Probably barking completely up the wrong tree here but I'm intrigued to learn the explanation, whatever it is:

Taking our main natural light source, the Sun, as an example, assuming photons are particles, and that it's photons emitted from the Sun that excite our retinas, thereby enabling us to observe the Sun, given that the Sun is observable from everywhere within an imaginary sphere of space billions of kilometers in diamater at the same time with the Sun at its centre, wouldn't that require almost infinitely more photons than the Sun comprises, or generates?

Moreover, assuming light (again, presumably photons) travels at a constant speed, the Sun, again for example, presumably would be observable from all of those places where its photons have reached since it came into being (using a powerful/sensitive enough measuring device, of course).

Finally, if photons are indeed particles, then what happens to all of those photons flying around my bedroom when I turn off the light at night? Perhaps it explains that constant accumulation of "dust" in our homes! I guess the answer to this might well answer the foregoing questions, if somebody cares to go for the easy option!

 

[Gate2501]

Finally, if photons are indeed particles, then what happens to all of those photons flying around my bedroom when I turn off the light at night? Perhaps it explains that constant accumulation of "dust" in our homes! I guess the answer to this might well answer the foregoing questions, if somebody cares to go for the easy option!

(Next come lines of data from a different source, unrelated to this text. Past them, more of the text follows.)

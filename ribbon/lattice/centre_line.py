"""The way round a frame that closes into one band, and its centre line, found without a seam.

A frame that closes round exactly one way shrinks to a single cycle: faces are taken off from
their free bonds inwards, then dangling atoms. Going back, every bond learns how often it passes
round (a closed one-form, zero round every face); making it as even as possible (harmonic) gives
each atom a place along the band in turns, whatever the numbering and wherever the band starts.
"""

from __future__ import annotations

from collections import deque
from collections.abc import Sequence
from dataclasses import dataclass

import numpy as np
from scipy.sparse import coo_array
from scipy.sparse.linalg import spsolve

from ribbon.lattice.faces import Surface
from ribbon.lattice.network import Bonds
from ribbon.lattice.strip import FloatArray, IntArray, frozen

__all__ = ["Lift", "WayRound", "averaged_line", "find_way_round", "lift", "row_of_faces", "thinned"]

MOST_POINTS = 600
"""A centre line with more points is thinned; linking does not notice."""

FEWEST_POINTS = 24

Pair = tuple[int, int]


@dataclass(frozen=True, kw_only=True, eq=False)
class WayRound:
    """The one way round a frame.

    ``core`` holds the atoms of a cycle that goes round once, in order; ``passes`` (m,) how often
    each bond, from tail to head, passes a cut across the band forward: it sums to 1 round the
    core and to 0 round every face.
    """

    core: IntArray
    passes: IntArray

    def __post_init__(self) -> None:
        """Make the arrays read-only."""
        frozen(self.core)
        frozen(self.passes)


def find_way_round(n: int, bonds: Bonds, surface: Surface) -> WayRound | None:
    """The way round a connected frame of n atoms, or None where there is not exactly one."""
    number = {
        (min(a, b), max(a, b)): k
        for k, (a, b) in enumerate(zip(bonds.tail.tolist(), bonds.head.tolist(), strict=True))
    }
    sides = [_sides_of(face, number) for face in surface.faces]
    taken, left = _collapse(bonds.m, sides)
    core = _core(n, bonds, left)
    if core is None or len(taken) < len(sides):
        return None
    tail, head = bonds.tail.tolist(), bonds.head.tolist()
    passes = np.zeros(bonds.m, dtype=np.int64)
    first = number[min(core[0], core[1]), max(core[0], core[1])]
    passes[first] = 1 if (tail[first], head[first]) == (core[0], core[1]) else -1
    for face, free in reversed(taken):
        ring = surface.faces[face]
        total = 0
        for here, ahead, bond in zip(ring, (*ring[1:], ring[0]), sides[face], strict=True):
            way = 1 if (tail[bond], head[bond]) == (here, ahead) else -1
            if bond == free:
                free_way = way
            else:
                total += way * int(passes[bond])
        passes[free] = -free_way * total
    return WayRound(core=np.array(core, dtype=np.int64), passes=passes)


def _sides_of(face: tuple[int, ...], number: dict[Pair, int]) -> list[int]:
    ends = zip(face, (*face[1:], face[0]), strict=True)
    return [number[min(a, b), max(a, b)] for a, b in ends]


def _collapse(m: int, sides: list[list[int]]) -> tuple[list[tuple[int, int]], set[int]]:
    """Faces taken off with the free bond of each, in order, and the bonds that are left."""
    owners: list[set[int]] = [set() for _ in range(m)]
    for face, around in enumerate(sides):
        for bond in around:
            owners[bond].add(face)
    queue = deque(bond for bond in range(m) if len(owners[bond]) == 1)
    taken = []
    left = set(range(m))
    while queue:
        free = queue.popleft()
        if len(owners[free]) != 1:
            continue
        face = owners[free].pop()
        taken.append((face, free))
        left.discard(free)
        for bond in sides[face]:
            owners[bond].discard(face)
            if len(owners[bond]) == 1:
                queue.append(bond)
    return taken, left


def _core(n: int, bonds: Bonds, left: set[int]) -> list[int] | None:
    """Atoms of the one cycle that the bonds left over make, or None."""
    beside: list[set[int]] = [set() for _ in range(n)]
    for bond in left:
        a, b = int(bonds.tail[bond]), int(bonds.head[bond])
        beside[a].add(b)
        beside[b].add(a)
    ends = [atom for atom in range(n) if len(beside[atom]) == 1]
    while ends:
        atom = ends.pop()
        for far in beside[atom]:
            beside[far].discard(atom)
            if len(beside[far]) == 1:
                ends.append(far)
        beside[atom] = set()
    alive = [atom for atom in range(n) if beside[atom]]
    if not alive or any(len(beside[atom]) != 2 for atom in alive):
        return None
    walk = [alive[0], min(beside[alive[0]])]
    while walk[-1] != walk[0]:
        walk.append(next(iter(beside[walk[-1]] - {walk[-2]})))
    return walk[:-1] if len(walk) - 1 == len(alive) else None


@dataclass(frozen=True, kw_only=True, eq=False)
class Lift:
    """Atoms unrolled along the way round, cut open along a spanning tree.

    ``turn`` (n,) is the place of each atom in turns; ``sign`` (n,) is +1 or -1 so that
    ``sign * axis`` follow one another inside the unrolled frame. One turn on, signs change where
    the band is one-sided. ``longest`` is the largest advance of a bond, in turns.
    """

    turn: FloatArray
    sign: FloatArray
    longest: float

    def __post_init__(self) -> None:
        """Make the arrays read-only."""
        frozen(self.turn)
        frozen(self.sign)


def lift(n: int, bonds: Bonds, passes: IntArray) -> Lift:
    """Unroll a connected frame; ``bonds.mirrored`` says where axes turn over."""
    advance = passes + _evened(n, bonds, passes)
    around: list[list[tuple[int, float, float]]] = [[] for _ in range(n)]
    flips = np.where(bonds.mirrored, -1.0, 1.0).tolist()
    ends = zip(bonds.tail.tolist(), bonds.head.tolist(), advance.tolist(), flips, strict=True)
    for a, b, step, flip in ends:
        around[a].append((b, step, flip))
        around[b].append((a, -step, flip))
    turn, sign = np.full(n, np.nan), np.ones(n)
    turn[0] = 0.0
    queue = deque([0])
    while queue:
        here = queue.popleft()
        for there, step, flip in around[here]:
            if np.isnan(turn[there]):
                turn[there] = turn[here] + step
                sign[there] = sign[here] * flip
                queue.append(there)
    return Lift(turn=turn, sign=sign, longest=float(np.abs(advance).max()))


def _evened(n: int, bonds: Bonds, passes: IntArray) -> FloatArray:
    """What to add to ``passes`` of each bond so that steps at every atom sum to zero."""
    tail, head = bonds.tail, bonds.head
    one = np.ones(bonds.m)
    rows = np.concatenate([tail, head, tail, head])
    columns = np.concatenate([tail, head, head, tail])
    values = np.concatenate([one, one, -one, -one])
    laplacian = coo_array((values, (rows, columns)), shape=(n, n)).tocsc()
    source = np.bincount(tail, passes, minlength=n) - np.bincount(head, passes, minlength=n)
    place = np.zeros(n)
    # the place of the first atom is free: it is taken as zero
    place[1:] = spsolve(laplacian[1:, 1:], source[1:])
    return np.asarray(place[head] - place[tail])


def row_of_faces(surface: Surface) -> list[Pair] | None:
    """Bonds shared by neighbouring faces in order round a single row; None for wider bands."""
    shared: list[list[Pair]] = [[] for _ in surface.faces]
    for bond, owners in surface.beside.items():
        for face in owners if len(owners) == 2 else ():
            shared[face].append(bond)
    if len(shared) < 3 or any(len(bonds) != 2 for bonds in shared):
        return None
    face, bond = 0, min(shared[0])
    row: list[Pair] = []
    while not row or bond != row[0]:
        row.append(bond)
        one, other = shared[face]
        bond = other if bond == one else one
        face = next(owner for owner in surface.beside[bond] if owner != face)
    return row if len(row) == len(shared) else None


def averaged_line(
    positions: FloatArray, axes: FloatArray, unrolled: Lift, *, one_sided: bool
) -> tuple[FloatArray, FloatArray]:
    """Centre line (nm) and axes along it from averages over the atoms near each place.

    Weights fall linearly to zero two samples away, so that the line bends smoothly.
    """
    around = np.floor(unrolled.turn)
    place = unrolled.turn - around
    over = np.where(one_sided & (around % 2 == 1), -1.0, 1.0)
    carried = axes * (unrolled.sign * over)[:, None]
    count = int(np.clip(0.5 / unrolled.longest, FEWEST_POINTS, MOST_POINTS))
    reach = max(2.0 / count, 2.0 * unrolled.longest)  # no station is without atoms
    stations = np.arange(count) / count
    centre, across = np.zeros((count, 3)), np.zeros((count, 3))
    for k, station in enumerate(stations):
        # the same atom seen one turn earlier or later carries the other axis if one-sided
        weight = np.zeros(place.size)
        flipped = np.zeros(place.size)
        for turn in (-1, 0, 1):
            near = np.clip(1 - np.abs(place + turn - station) / reach, 0, None)
            weight += near
            flipped += near * (-1.0 if one_sided and turn else 1.0)
        centre[k] = weight @ positions / weight.sum()
        across[k] = flipped @ carried
    return centre, across


def thinned(points: Sequence[FloatArray]) -> list[FloatArray]:
    """Every so manieth row of each array, so that at most `MOST_POINTS` are left."""
    stride = -(-len(points[0]) // MOST_POINTS)
    return [array[::stride] for array in points]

As I was saying in another thread, it is really helpful to think of things like gravity/light, as an ever expanding sphere, emitted from the source.

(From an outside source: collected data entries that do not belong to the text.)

"""Faces of a molecular frame: which of its rings are filled, and the surface they make.

A ring is a face where it is a shortest ring through each of its corners (pairs of neighbouring
bonds at an atom), has 3 to 12 atoms, and the orbital axes of its atoms stand on it rather than
lie in it. The first makes faces independent of how atoms are numbered; the last tells the filled
ring of a tube from a section across it. Shortest rings by breadth-first search from each corner.
"""

from __future__ import annotations

import itertools
from collections import deque
from collections.abc import Iterator, Sequence
from dataclasses import dataclass, field

import numpy as np

from ribbon.lattice.network import Bonds
from ribbon.lattice.strip import FloatArray

__all__ = ["Face", "Surface", "find_faces", "join_faces", "ring_normal"]

SMALLEST, LARGEST = 3, 12
STANDS = 0.5
"""Least mean of |axis . ring normal| of a face."""

Face = tuple[int, ...]
Pair = tuple[int, int]
Neighbours = list[list[int]]


@dataclass(frozen=True, kw_only=True)
class Surface:
    """What faces make when they are glued along the bonds they share.

    Parameters
    ----------
    faces
        Atoms round each face, in order.
    beside
        For each bond (lower atom first) of a face the numbers of the faces it belongs to.
    pieces
        Number of pieces of faces that hang together by bonds.
    boundary_loops
        Closed edges, walked on bonds of a single face; None where the faces branch.
    orientable
        False where faces cannot be turned to agree with all their neighbours.
    branches
        True where a bond belongs to three faces or more, so that there is no surface.
    pinched
        True where faces meet in an atom without a bond in common.
    """

    faces: tuple[Face, ...]
    beside: dict[Pair, tuple[int, ...]] = field(default_factory=dict)
    pieces: int
    boundary_loops: int | None
    orientable: bool
    branches: bool
    pinched: bool

    @property
    def sizes(self) -> dict[int, int]:
        """How many faces have so many atoms."""
        size, count = np.unique([len(face) for face in self.faces], return_counts=True)
        return {int(s): int(c) for s, c in zip(size, count, strict=True)}


def ring_normal(positions: FloatArray, ring: Sequence[int]) -> FloatArray:
    """Unit normal of a ring, from its vector area; zeros where that vanishes."""
    corner = positions[list(ring)] - positions[list(ring)].mean(axis=0)
    area = np.cross(corner, np.roll(corner, -1, axis=0)).sum(axis=0)
    size = float(np.linalg.norm(area))
    return np.asarray(area / size if size > 0 else np.zeros(3))


def find_faces(positions: FloatArray, bonds: Bonds, axes: FloatArray) -> tuple[Face, ...]:
    """Faces of a frame, each from its lowest atom on, sorted.

    ``axes`` are unit vectors along the p orbitals, of either sign, shape (n, 3).
    """
    neighbours: Neighbours = [[] for _ in range(len(positions))]
    for tail, head in zip(bonds.tail.tolist(), bonds.head.tolist(), strict=True):
        neighbours[tail].append(head)
        neighbours[head].append(tail)
    met: dict[Face, int] = {}
    for middle, around in enumerate(neighbours):
        for k, one in enumerate(around):
            for other in around[k + 1 :]:
                for path in _shortest(neighbours, (one, middle, other)):
                    ring = _canonical((*path, middle))
                    met[ring] = met.get(ring, 0) + 1
    rings = sorted(ring for ring, corners in met.items() if corners == len(ring))
    return tuple(ring for ring in rings if _axes_stand(positions, axes, ring))


def _axes_stand(positions: FloatArray, axes: FloatArray, ring: Face) -> bool:
    normal = ring_normal(positions, ring)
    return float(np.abs(axes[list(ring)] @ normal).mean()) >= STANDS


def _canonical(ring: Face) -> Face:
    """The same ring from its lowest atom on, towards the lower of the two next to it."""
    start = ring.index(min(ring))
    turned = ring[start:] + ring[:start]
    return turned if turned[1] < turned[-1] else (turned[0], *turned[:0:-1])


def _shortest(neighbours: Neighbours, corner: tuple[int, int, int]) -> Iterator[Face]:
    """All shortest paths between the ends of a corner that do not pass its middle."""
    start, middle, goal = corner
    depth = {start: 0, middle: -1}
    before: dict[int, list[int]] = {}
    layer = [start]
    for steps in range(1, LARGEST - 1):
        following = []
        for atom in layer:
            for far in neighbours[atom]:
                if far not in depth:
                    depth[far] = steps
                    before[far] = [atom]
                    following.append(far)
                elif depth[far] == steps:
                    before[far].append(atom)
        layer = following
        if goal in depth or not layer:
            break
    return _back(before, (goal,), start) if goal in depth else iter(())


def _back(before: dict[int, list[int]], path: Face, start: int) -> Iterator[Face]:
    if path[0] == start:
        yield path
        return
    for atom in before[path[0]]:
        yield from _back(before, (atom, *path), start)


def _sides(face: Face) -> Iterator[tuple[Pair, int]]:
    """Bonds round a face, lower atom first, and +1 where the face runs that way."""
    for one, other in zip(face, (*face[1:], face[0]), strict=True):
        yield ((one, other), 1) if one < other else ((other, one), -1)


def join_faces(faces: tuple[Face, ...]) -> Surface:
    """Glue faces along the bonds they share."""
    beside: dict[Pair, list[int]] = {}
    way: dict[tuple[int, Pair], int] = {}
    for number, face in enumerate(faces):
        for bond, forward in _sides(face):
            beside.setdefault(bond, []).append(number)
            way[number, bond] = forward
    branches = any(len(owners) > 2 for owners in beside.values())
    pieces, orientable = _orient(len(faces), beside, way)
    loops, pinched = (None, False) if branches else _walk(faces, beside)
    return Surface(
        faces=faces,
        beside={bond: tuple(owners) for bond, owners in beside.items()},
        pieces=pieces,
        boundary_loops=loops,
        orientable=orientable,
        branches=branches,
        pinched=pinched,
    )


def _orient(
    count: int, beside: dict[Pair, list[int]], way: dict[tuple[int, Pair], int]
) -> tuple[int, bool]:
    """Number of pieces, and whether all faces can be turned to agree across shared bonds."""
    next_to: list[list[tuple[int, int]]] = [[] for _ in range(count)]
    for bond, owners in beside.items():
        for one, other in itertools.pairwise(owners):
            # faces that are turned alike run along their common bond in opposite ways
            alike = -way[one, bond] * way[other, bond]
            next_to[one].append((other, alike))
            next_to[other].append((one, alike))
    turned = [0] * count
    pieces, orientable = 0, True
    for first in range(count):
        if turned[first]:
            continue
        pieces += 1
        turned[first] = 1
        queue = deque([first])
        while queue:
            here = queue.popleft()
            for there, alike in next_to[here]:
                if not turned[there]:
                    turned[there] = alike * turned[here]
                    queue.append(there)
                elif turned[there] != alike * turned[here]:
                    orientable = False
    return pieces, orientable


def _walk(faces: tuple[Face, ...], beside: dict[Pair, list[int]]) -> tuple[int, bool]:
    """Boundary loops, and whether an atom has more than one fan of faces around it.

    At each atom one goes from a boundary bond through face after face to the next boundary bond.
    """
    onward: dict[tuple[int, int], list[Pair]] = {}
    for number, face in enumerate(faces):
        for place, atom in enumerate(face):
            after = face[(place + 1) % len(face)]
            onward[number, atom] = [_pair(face[place - 1], atom), _pair(atom, after)]
    boundary = [bond for bond, owners in beside.items() if len(owners) == 1]
    next_bond: dict[tuple[int, Pair], Pair] = {}
    for bond in boundary:
        for atom in bond:
            owner, here = beside[bond][0], bond
            while True:
                first, second = onward[owner, atom]
                here = second if here == first else first
                if len(beside[here]) == 1:
                    break
                owner = beside[here][0] if beside[here][1] == owner else beside[here][1]
            next_bond[atom, bond] = here
    ends = np.array(boundary, dtype=np.int64).ravel()
    return _loops(boundary, next_bond), bool(np.bincount(ends, minlength=1).max() > 2)


def _loops(boundary: list[Pair], next_bond: dict[tuple[int, Pair], Pair]) -> int:
    seen: set[Pair] = set()
    loops = 0
    for first in boundary:
        if first in seen:
            continue
        loops += 1
        bond, atom = first, first[1]
        while bond not in seen:
            seen.add(bond)
            bond = next_bond[atom, bond]
            atom = bond[1] if bond[0] == atom else bond[0]
    return loops


def _pair(one: int, other: int) -> Pair:
    return (one, other) if one < other else (other, one)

The particles of one emission make up one wave, or layer of the sphere, like a bubble. The light in your bedroom is constantly pumping out new expanding bubbles, when you turn it off, it stops, and the expanding bubbles of light that are present currently in your bedroom expand away, or get absorbed by surfaces(as heat), at the speed of light.

Right?

I'm a newb so someone else might give you a better more technical answer.

 

[Southwind17]

As I was saying in another thread, it is really helpful to think of things like gravity/light, as an ever expanding sphere, emitted from the source.

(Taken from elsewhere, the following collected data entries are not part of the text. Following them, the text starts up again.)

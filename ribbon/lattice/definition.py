"""What a lattice file says: lines of sites that repeat across a strip.

A lattice is a cycle of *lines* of sites parallel to the ring. The cycle is repeated with a
step ``repeat``; along the ring everything repeats with ``period``. All lengths of a `Lattice`
are in units of the nearest-neighbour ``spacing``, itself in nm.
"""

from __future__ import annotations

import itertools
import math
import tomllib
from collections.abc import Mapping
from dataclasses import dataclass, field
from pathlib import Path
from typing import Any

import numpy as np
from scipy.spatial import cKDTree

from ribbon.errors import BadInput

__all__ = ["TOLERANCE", "Lattice", "Line", "read_lattice", "shelf"]

TOLERANCE = 1e-6
"""Two sites closer than this (in units of the spacing) are the same site."""

LARGEST_FILE = 1_000_000
LARGEST_NUMBER = 1e6


@dataclass(frozen=True, kw_only=True)
class Line:
    """One line of sites: height ``y`` and the places ``x`` within one period, with labels."""

    y: float
    x: tuple[float, ...]
    species: tuple[str, ...]
    sublattice: tuple[str, ...]


@dataclass(frozen=True, kw_only=True)
class Lattice:
    """A lattice definition; see the module text for the meaning of the fields.

    ``shells`` holds the distances of first, second and third neighbours in units of the
    spacing. Raises `BadInput` when two sites coincide, a length is not positive and finite,
    or the lines do not fit together.

    >>> read_lattice("square").shells[0]
    1.0
    """

    name: str
    about: str = ""
    source: str = ""
    spacing: float
    period: float
    repeat: tuple[float, float]
    lines_per_row: int = 1
    lines: tuple[Line, ...]
    shells: tuple[float, ...] = field(default=())

    def __post_init__(self) -> None:
        """Check the description as a whole and find the shells if they were left out."""
        _positive(self.spacing, "spacing")
        _positive(self.period, "period")
        _positive(self.repeat[1], "the second number of repeat (the step across)")
        if not 1 <= self.lines_per_row <= 1000:
            raise BadInput(f"lines_per_row = {self.lines_per_row} must be from 1 to 1000")
        heights = [line.y for line in self.lines]
        if any(b <= a for a, b in itertools.pairwise(heights)):
            raise BadInput("lines must be listed bottom to top, each y above the one before")
        if heights[-1] - heights[0] >= self.repeat[1]:
            raise BadInput(
                f"the lines are {heights[-1] - heights[0]:g} high, but repeat steps only "
                f"{self.repeat[1]:g} across: a cycle must be lower than its step"
            )
        found = _distances(self)
        if abs(found[0] - 1) > 1e-3:
            raise BadInput(
                f"the nearest sites stand {found[0]:.6g} apart; lengths are in units of the "
                "spacing, so this must be 1"
            )
        if self.shells:
            _check_shells(self.shells, found)
        else:
            object.__setattr__(self, "shells", tuple(found[:3]))

    def line_height(self, number: int) -> float:
        """Height of line ``number`` (any integer) of the endless two-dimensional lattice."""
        cycle, line = divmod(number, len(self.lines))
        return self.lines[line].y + cycle * self.repeat[1]


def shelf() -> dict[str, Path]:
    """Names and paths of the lattice files that are shipped.

    >>> "honeycomb-zigzag" in shelf()
    True
    """
    package = Path(__file__).resolve().parent.parent
    for folder in (package / "_lattices", package.parent / "lattices"):
        if folder.is_dir():
            return {path.stem: path for path in sorted(folder.glob("*.toml"))}
    return {}


def read_lattice(name_or_path: str | Path) -> Lattice:
    """Read a lattice from the shelf by name, or from a file by path.

    A text that ends in ``.toml`` or holds a path separator is a path; anything else is a name.
    Raises `BadInput` with the file and the key that is wrong.
    """
    text = str(name_or_path)
    if isinstance(name_or_path, str) and not text.endswith(".toml") and "/" not in text:
        known = shelf()
        if text not in known:
            raise BadInput(
                f'lattice "{text}" is not on the shelf; there are {", ".join(known)}, '
                "or give the path of a lattice file (.toml)"
            )
        return read_lattice(known[text])
    path = Path(name_or_path)
    try:
        return _from_mapping(_load(path))
    except BadInput as problem:
        raise BadInput(f"lattice file {path}: {problem}") from None


def _load(path: Path) -> dict[str, Any]:
    try:
        if path.is_dir():
            raise BadInput("this is a folder; give the path of a lattice file (.toml)")
        if path.stat().st_size > LARGEST_FILE:
            raise BadInput("the file is larger than 1 MB; a lattice file holds one cycle of lines")
        with path.open("rb") as stream:
            return tomllib.load(stream)
    except OSError as problem:
        raise BadInput(f"cannot be read ({problem.strerror or problem})") from None
    except UnicodeDecodeError:
        raise BadInput("is not UTF-8 text; a lattice file is TOML") from None
    except tomllib.TOMLDecodeError as problem:
        raise BadInput(f"is not valid TOML: {problem}") from None


def _from_mapping(table: Mapping[str, Any]) -> Lattice:
    known = set(Lattice.__dataclass_fields__)
    for key in table:
        if key not in known:
            raise BadInput(f"unknown key {key!r}; a lattice has {', '.join(sorted(known))}")
    for key in ("name", "spacing", "period", "repeat", "lines"):
        if key not in table:
            raise BadInput(f"the key {key!r} is missing")
    lines = table["lines"]
    if not isinstance(lines, list) or not 1 <= len(lines) <= 1000:
        raise BadInput("lines must be a list of 1 to 1000 tables { y, x, species, sublattice }")
    return Lattice(
        name=_text(table["name"], "name"),
        about=_text(table.get("about", ""), "about"),
        source=_text(table.get("source", ""), "source"),
        spacing=_number(table["spacing"], "spacing"),
        period=_number(table["period"], "period"),
        repeat=_pair(table["repeat"]),
        lines_per_row=_whole(table.get("lines_per_row", 1), "lines_per_row"),
        lines=tuple(_line(entry, place) for place, entry in enumerate(lines)),
        shells=_numbers(table.get("shells", []), "shells"),
    )


def _line(entry: object, place: int) -> Line:
    where = f"lines[{place}]"
    if not isinstance(entry, dict) or not {"y", "x"} <= set(entry):
        raise BadInput(f"{where} must be a table with at least y and x")
    extra = set(entry) - {"y", "x", "species", "sublattice"}
    if extra:
        raise BadInput(f"{where} has the unknown key {min(extra)!r}")
    x = _numbers(entry["x"], f"{where}.x")
    if not x:
        raise BadInput(f"{where}.x is empty; a line holds at least one site")
    return Line(
        y=_number(entry["y"], f"{where}.y"),
        x=x,
        species=_labels(entry.get("species", "site"), len(x), f"{where}.species"),
        sublattice=_labels(entry.get("sublattice", "A"), len(x), f"{where}.sublattice"),
    )


def _labels(value: object, count: int, where: str) -> tuple[str, ...]:
    if isinstance(value, str):
        return (value,) * count
    if isinstance(value, list) and len(value) == count and all(isinstance(v, str) for v in value):
        return tuple(value)
    raise BadInput(f"{where} must be one text, or a list of {count} texts (one for each x)")


def _text(value: object, where: str) -> str:
    if not isinstance(value, str):
        raise BadInput(f"{where} = {value!r} must be a text")
    return value


def _number(value: object, where: str) -> float:
    if isinstance(value, bool) or not isinstance(value, int | float):
        raise BadInput(f"{where} = {value!r} must be a number")
    if not math.isfinite(value) or abs(value) > LARGEST_NUMBER:
        raise BadInput(f"{where} = {value!r} must be finite and at most {LARGEST_NUMBER:g}")
    return float(value)


def _whole(value: object, where: str) -> int:
    if isinstance(value, bool) or not isinstance(value, int):
        raise BadInput(f"{where} = {value!r} must be a whole number")
    return value


def _numbers(value: object, where: str) -> tuple[float, ...]:
    if not isinstance(value, list) or len(value) > 10_000:
        raise BadInput(f"{where} = {value!r} must be a list of numbers")
    return tuple(_number(entry, where) for entry in value)


def _pair(value: object) -> tuple[float, float]:
    numbers = _numbers(value, "repeat")
    if len(numbers) != 2:
        raise BadInput(f"repeat = {value!r} must be two numbers [along, across]")
    return numbers[0], numbers[1]


def _positive(value: float, where: str) -> None:
    if not (math.isfinite(value) and value > 0):
        raise BadInput(f"{where} = {value!r} must be a positive number")


def _distances(lattice: Lattice) -> list[float]:
    """Distinct site distances of the endless two-dimensional lattice, shortest first.

    The search reaches a few spacings, and farther only where that finds too few: a large cell
    has very many pairs of sites.
    """
    farthest = 3.0 * max(1.0, min(lattice.period, math.hypot(*lattice.repeat)))
    found: list[float] = []
    for reach in (2.6, 5.2, farthest):
        found = _distances_within(lattice, reach)
        wanted = max(3, len(lattice.shells))
        if len(found) >= wanted and found[-1] > max(lattice.shells, default=0.0):
            break
    return found


def _distances_within(lattice: Lattice, reach: float) -> list[float]:
    x = np.concatenate([line.x for line in lattice.lines])
    y = np.concatenate([[line.y] * len(line.x) for line in lattice.lines])
    cycles = np.arange(-math.ceil(reach / lattice.repeat[1]) - 1, 2 + reach // lattice.repeat[1])
    along = np.arange(-math.ceil(reach / lattice.period) - 1, 2 + reach // lattice.period)
    if x.size * cycles.size * along.size > 5_000_000:
        raise BadInput(
            f"period = {lattice.period:g} and repeat = {list(lattice.repeat)} do not fit a lattice "
            "of spacing 1: lengths are in units of the spacing"
        )
    shift_x, shift_y = cycles * lattice.repeat[0], cycles * lattice.repeat[1]
    all_x = (x[:, None] + shift_x)[..., None] % lattice.period + along * lattice.period
    all_y = np.broadcast_to((y[:, None] + shift_y)[..., None], all_x.shape)
    points = np.column_stack([all_x.ravel(), all_y.ravel()])
    home = np.column_stack([x % lattice.period, y])
    pairs = cKDTree(home).sparse_distance_matrix(cKDTree(points), reach, output_type="coo_matrix")
    distance = np.sort(pairs.data)
    if np.count_nonzero(distance < TOLERANCE) > len(home):
        raise BadInput("two sites of the lattice stand on the same place")
    distance = distance[distance >= TOLERANCE]
    # numbers in a file are rounded: distances this close are one shell
    first = np.concatenate([[True], np.diff(distance) > 1e3 * TOLERANCE])[: distance.size]
    return [float(value) for value in distance[first]]


def _check_shells(shells: tuple[float, ...], found: list[float]) -> None:
    if not 1 <= len(shells) <= 3 or any(b <= a for a, b in itertools.pairwise(shells)):
        raise BadInput(f"shells = {list(shells)} must be one to three growing distances")
    for value in shells:
        if min(abs(value - distance) for distance in found) > 1e3 * TOLERANCE:
            near = min(found, key=lambda distance: abs(value - distance))
            raise BadInput(
                f"shells names the distance {value:g}, which no two sites have; "
                f"the nearest that occurs is {near:.9g}"
            )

This works fine for me, so far as it goes, but leaves me wondering why there isn't a photon at every place within that [light] sphere, given that the light source can be observed from every place within it.

The particles of one emission make up one wave, or layer of the sphere, like a bubble.

Can you elaborate on what you mean by "one emission" and "one wave". Presumably you're alluding to the frequency? Which, if so, has me wondering, and might help: is the frequency the rate at which photons are being emitted, i.e. in pulses? Or am I confusing wave length?!

The light in your bedroom is constantly pumping out new expanding bubbles, when you turn it off, it stops, and the expanding bubbles of light that are present currently in your bedroom expand away, or get absorbed by surfaces(as heat), at the speed of light.

So not dust in the morning then?

Thanks

 

[The Sopwith Turtle]

This works fine for me, so far as it goes, but leaves me wondering why there isn't a photon at every place within that [light] sphere, given that the light source can be observed from every place within it.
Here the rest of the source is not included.